İndigolar, 1982’den beri gözleniyor. Ama bu demek değil ki o yıldan itibaren doğdular! İndigolar, özel ya da seçilmiş değil; farklıdırlar. Otoriteye ve dik hiyerarşiye gelemiyorlar. Sevgi olmayan ortama tepki gösterirler.
İndigo çocuğu olan aileler çocuğu tanımalı, onun kendisini tanımasına yardım etmeli, çocuğu olduğu gibi bırakmalı.
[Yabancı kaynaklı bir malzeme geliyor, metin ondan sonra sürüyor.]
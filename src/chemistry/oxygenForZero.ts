import { type Mend, replacement } from "../contract/problem.js";
import { balance } from "./balance.js";
import type { Formula } from "./formula.js";
import { readEquation } from "./readEquation.js";

/**
 * `H20` for `H2O`: the mend that writes the letter O for the digits 0 of one species of an equation that does not
 * balance, where just one such change makes it balance as it is written; else null. Spans count from the start of `text`.
 */
export function oxygenForZero(
  text: string,
  isDeclared: (name: string) => boolean,
  formulaOf: (species: string) => Formula | null,
): Mend | null {
  const mends = [...text.matchAll(/[A-Za-z)\]][^\s+]*0[^\s+]*/g)]
    .map(({ index, 0: species }) => replacement({ start: index, end: index + species.length }, withO(species)))
    .filter(({ edits: [edit] }) => {
      if (edit === undefined) return false;
      const { equation } = readEquation(text.slice(0, edit.start) + edit.text + text.slice(edit.end), isDeclared);
      return equation !== null && balance(equation, formulaOf).kind === "balanced";
    });
  return mends.length === 1 ? (mends[0] ?? null) : null;
}

function withO(species: string): string {
  return species.replaceAll("0", "O");
}
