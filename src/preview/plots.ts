import type { Plot } from "../contract/previewProtocol.js";
import { plotHands } from "./plotHands.js";
import { createPlotView, type PlotView } from "./plotView.js";

interface Drawn {
  /** another one where the strip of residuals came or went */
  view: PlotView;
  /** what is drawn now */
  plot: Plot;
}

/** The plots of the page: drawn in their frames, given new data as they come, ended with their frames. */
export interface Plots {
  show(page: ParentNode, plots: readonly Plot[]): void;
  recolour(): void;
}

export function createPlots(): Plots {
  const drawn = new Map<HTMLElement, Drawn>();
  return {
    show(page, plots) {
      for (const [frame, { view }] of drawn) {
        if (frame.isConnected) continue;
        view.end();
        drawn.delete(frame);
      }
      for (const frame of page.querySelectorAll<HTMLElement>("[data-plot]")) {
        const plot = plots.find(({ id }) => id === frame.dataset["plot"]);
        if (plot === undefined) continue;
        const known = drawn.get(frame);
        if (known === undefined) {
          const begun: Drawn = { view: createPlotView(frame, plot.residuals.length > 0), plot };
          drawn.set(frame, begun);
          plotHands(frame, begun);
          begun.view.show(plot);
          continue;
        }
        if (JSON.stringify(known.plot) === JSON.stringify(plot)) continue;
        known.plot = plot;
        if (known.view.hasStrip !== plot.residuals.length > 0) {
          known.view.end();
          known.view = createPlotView(frame, plot.residuals.length > 0);
        }
        known.view.show(plot);
      }
    },
    recolour() {
      for (const { view } of drawn.values()) view.recolour();
    },
  };
}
İnsan, önce kök çakradan başlar, dünyayla bir ilişki kurar. Sonra sakrale geçer ve cinsel enerjiyi kullanmayı öğrenir. Solar pleksusa geçer ve insan ilişkileri başlar. Kalp çakrasıyla sevgi ilişkileri başlar. Boğaz çakrasıyla kendini tanır ve ifade eder. Maddenin ötesini sorgular ve felsefeyle ilgilenir. Yaşlılık evrelerinde de kendini dine verir, tanrısal boyutla ilgilenir; o da taç çarkadır. İndigo çocuklar ise dünyaya geldiklerinde titreşimleri çok yüksektir. Doğduklarında 6. çakraya kadar açık dünyaya gelirler. Çocuklukta yaşadıkları baskılar ve travmalar, dikkat eksikliği, hiperaktiflik olarak kendini gösteriyor.
İrem’e soru sormak için;
indigo_turkey ve yenicocuklar yahoo mail gruplarından ulaşabilir ya da 5 Kasım’da Naturel Festivali’nde düzenleyeceği seminere katılabilirsiniz.
Kristal Çocuklar
‘Kristal Çocuklar, İndigo Çocuklar’dan sonra dünyaya gelmiş olan yeni kuşaktır. Aşağı yukarı sıfır ile yedi yaş arasında bulunan bu kuşak, önceki kuşaklardan farklıdır. Birçok bakımdan ideal olan bu çocuklar insanlığın nereye doğru yöneldiğini göstermektedirler... ve bu çok olumlu bir yöndür! Bu çocuklar, İndigolar gibi son derece psişik ve duyarlıdırlar, ama onlar gibi savaşçı ruhlu ve öfkeli değil, mutlu, bağışlayıcı ve sakin yaradılışlıdırlar. Kristal Çocuklar içsel ve dışsal olarak çok güzeldirler; gözlerine bir kez baktığınızda, onlardaki Tanrısal sevgiyi ve bilgeliği görebilirsiniz. Onların auraları parlak ve harelidir; onlar adeta içlerinden ışık saçarlar! Onlar geçmiş yaşamlarından, uzak galaksilerden, barış ve sevgiyle ilgili derin içgörülerinden söz ederler’ diyor ‘Kristal Çocuklar’ kitabının yazarı Doreen Virtue. Haftaya, 2 yaşında bir ‘kristal çocuğu’ olan Burçak, kristal çocukları anlatacak...
Işık Çocuklar
Onlara, ‘yeni çağ çocukları’ da diyebiliriz. Maddenin alabileceği en yüksek form, ışıktır. Titreşimi çok yükseldiğinde ışık olur. O yüzden ışık çocuklar deniyor. Ama hiçbir çocuk arasında ayrım yapılmıyor, yani zamane çocukları ‘ışık çocuklar’ olarak adlandırılıyor. Çünkü bu çocuklar, donanımlı ve daha farkında olarak dünyaya geliyorlar. Daha iyi eğitime ve anlaşılmaya ihtiyaçları var. Bunun için 36 dönümlük bir arazide, yaz kampı olarak düşünülen bir tesis kuruluyor. Bunda amaç, sağlıklı aile-çocuk iletişimi sağlamak. Burada, anne-baba-çocuk farkındalık ve sağlıklı çocuk yetiştirme bilgileri alacak.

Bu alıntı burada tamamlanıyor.